• _Directions for this task_: Scan the material below for every line with the string "null", and copy those lines.
====== Source data ======
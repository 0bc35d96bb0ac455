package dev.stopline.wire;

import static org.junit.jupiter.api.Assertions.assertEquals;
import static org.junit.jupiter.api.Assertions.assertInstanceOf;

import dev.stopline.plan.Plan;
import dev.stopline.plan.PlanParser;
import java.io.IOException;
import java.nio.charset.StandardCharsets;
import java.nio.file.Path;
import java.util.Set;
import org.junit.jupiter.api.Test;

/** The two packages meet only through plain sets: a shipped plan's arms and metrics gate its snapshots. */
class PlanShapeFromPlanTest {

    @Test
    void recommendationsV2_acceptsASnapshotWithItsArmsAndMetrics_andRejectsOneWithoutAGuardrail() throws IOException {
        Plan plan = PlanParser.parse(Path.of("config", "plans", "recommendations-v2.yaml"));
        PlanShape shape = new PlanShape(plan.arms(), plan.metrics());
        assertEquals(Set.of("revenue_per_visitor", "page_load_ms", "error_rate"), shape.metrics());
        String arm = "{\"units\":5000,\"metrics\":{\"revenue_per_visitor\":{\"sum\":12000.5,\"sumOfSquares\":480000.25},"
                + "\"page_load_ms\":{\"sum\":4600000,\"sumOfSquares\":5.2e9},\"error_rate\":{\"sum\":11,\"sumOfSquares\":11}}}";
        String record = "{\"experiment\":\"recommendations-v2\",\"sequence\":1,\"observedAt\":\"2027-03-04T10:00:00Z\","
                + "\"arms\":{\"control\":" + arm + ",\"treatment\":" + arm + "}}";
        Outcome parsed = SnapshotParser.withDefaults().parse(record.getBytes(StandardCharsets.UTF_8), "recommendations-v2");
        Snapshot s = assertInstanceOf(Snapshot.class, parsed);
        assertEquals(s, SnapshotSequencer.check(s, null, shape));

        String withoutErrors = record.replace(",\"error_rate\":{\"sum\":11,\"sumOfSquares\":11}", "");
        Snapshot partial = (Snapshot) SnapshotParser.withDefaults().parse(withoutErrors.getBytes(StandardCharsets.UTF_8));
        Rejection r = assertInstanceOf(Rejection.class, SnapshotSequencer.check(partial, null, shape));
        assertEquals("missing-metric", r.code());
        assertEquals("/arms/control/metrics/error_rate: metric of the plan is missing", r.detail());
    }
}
======
====== Source data ======
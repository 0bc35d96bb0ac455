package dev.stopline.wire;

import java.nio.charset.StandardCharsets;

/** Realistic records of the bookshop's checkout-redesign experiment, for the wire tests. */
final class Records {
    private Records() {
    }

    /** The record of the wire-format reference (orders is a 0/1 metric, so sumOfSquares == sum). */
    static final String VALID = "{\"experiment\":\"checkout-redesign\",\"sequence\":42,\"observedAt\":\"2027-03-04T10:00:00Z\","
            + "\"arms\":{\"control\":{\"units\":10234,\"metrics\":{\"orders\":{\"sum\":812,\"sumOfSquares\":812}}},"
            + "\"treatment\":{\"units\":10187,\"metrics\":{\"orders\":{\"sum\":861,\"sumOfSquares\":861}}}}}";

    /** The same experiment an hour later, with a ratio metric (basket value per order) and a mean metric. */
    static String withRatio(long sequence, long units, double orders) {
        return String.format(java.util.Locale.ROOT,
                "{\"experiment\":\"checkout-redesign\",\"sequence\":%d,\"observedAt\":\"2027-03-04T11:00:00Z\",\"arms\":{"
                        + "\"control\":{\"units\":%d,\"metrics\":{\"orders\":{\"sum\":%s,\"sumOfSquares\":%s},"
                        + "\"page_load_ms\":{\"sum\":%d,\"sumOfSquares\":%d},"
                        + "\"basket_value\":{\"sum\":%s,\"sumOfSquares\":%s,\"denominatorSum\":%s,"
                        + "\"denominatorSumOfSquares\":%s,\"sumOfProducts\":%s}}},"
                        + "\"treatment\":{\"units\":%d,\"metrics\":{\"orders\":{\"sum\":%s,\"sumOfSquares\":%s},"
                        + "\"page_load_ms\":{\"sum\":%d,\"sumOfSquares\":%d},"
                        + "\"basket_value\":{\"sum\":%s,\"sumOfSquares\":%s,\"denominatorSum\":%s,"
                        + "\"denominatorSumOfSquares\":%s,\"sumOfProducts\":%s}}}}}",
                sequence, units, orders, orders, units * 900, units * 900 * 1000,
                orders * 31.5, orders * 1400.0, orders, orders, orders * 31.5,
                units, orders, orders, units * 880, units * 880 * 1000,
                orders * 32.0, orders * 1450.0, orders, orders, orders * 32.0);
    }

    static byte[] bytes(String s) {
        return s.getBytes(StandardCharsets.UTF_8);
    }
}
======
• _Response to this task_:
        assertEquals(s, SnapshotSequencer.check(s, null, shape));
        Rejection r = assertInstanceOf(Rejection.class, SnapshotSequencer.check(partial, null, shape));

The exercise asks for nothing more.